The biggest change was options trading. So, 4) I add to our income to gain more cash for charitable giving and gifts to family using covered calls and cash covered put options. In 2020 this resulted in $90K of income in about seven months of activity. I spent about 2-3 hours Monday through Friday learning how to do this and then exercising the options trades. So, I was working about 15 hours each week. In other words, I made over $115 per hour trading options during 2020.
As a result of this extra income, we were able to give gifts to various charities, took our oldest granddaughter to Hawaii for two weeks to celebrate her graduation from high school and gave $2K to each of our three oldest grandchildren so that they could open Fidelity Youth Accounts. Then I started teaching them how to invest wisely. More time spent teaching and less time spent investing is a better use of time.
Phase Three is Focus for 2022
It really isn’t hard. I have five key elements: 1. Continue to add to the ETF holdings. It is very likely that I will only add to VYM, SCHD, and DGRO. I might add more QYLD and XYLD or a similar fund that I am currently exploring. Our largest holding, by far, is VYM. I also think DIA is worth considering. 2. Change the process for trading covered call and cash covered put options so that I only spend 3-4 hours per week on this. I believe I can clear $10K per month trading options. 3. Reduce or eliminate any position that does not have weekly options expirations. Most of the trades I want to do will expire on Friday. However, I do have some productive positions that have monthly expiration dates. 4. Focus on the top 20 stocks as a source of both dividend income and covered call options income. ETFs have limited options appeal. Some do trade monthly, and I have some covered calls on SCHD at the present time. 5. Ignore day trading. Don’t want to waste my time on that.

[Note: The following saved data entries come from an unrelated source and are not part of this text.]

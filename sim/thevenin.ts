// Thevenin equivalents for the DC sweeps along a chain (sim/dc.ts and the spectral solver's own DC).
import { NetError } from './errors.js';

/** A Thevenin equivalent; r = Infinity is an open circuit (e is then 0), r = 0 an ideal source. */
export interface Thevenin {
  e: number;
  r: number;
}

export const OPEN: Thevenin = { e: 0, r: Infinity };

/** Two equivalents in parallel; two ideal sources of different voltage tied together are a net error at `where`. */
export function parallel(a: Thevenin, b: Thevenin, where: string): Thevenin {
  if (a.r === Infinity) return b;
  if (b.r === Infinity) return a;
  if (a.r === 0 && b.r === 0) {
    if (Math.abs(a.e - b.e) > 1e-12 * (1 + Math.abs(a.e) + Math.abs(b.e))) {
      throw new NetError([{ path: where, message: `two ideal sources or rails (${a.e} V and ${b.e} V) are tied together by zero-ohm paths` }]);
    }
    return a;
  }
  if (a.r === 0) return a;
  if (b.r === 0) return b;
  const s = a.r + b.r;
  return { e: (a.e * b.r + b.e * a.r) / s, r: (a.r * b.r) / s };
}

Phase Four is to Remain Open to Change
The day may come when I will want to stop trading options. Perhaps I will sell most of my individual stocks and take the path Terry is considering. However, I envision phase four to include dividend growth and broad diversification outside of the large cap universe of stocks.
Summary for Terry
Terry doesn’t have to do what I am doing to achieve his goals. I suggested that he stick with his existing holdings in VOO, VYM, and SCHD. He might benefit by adding some DGRO. The key is that he is open to learning and to change. Are you?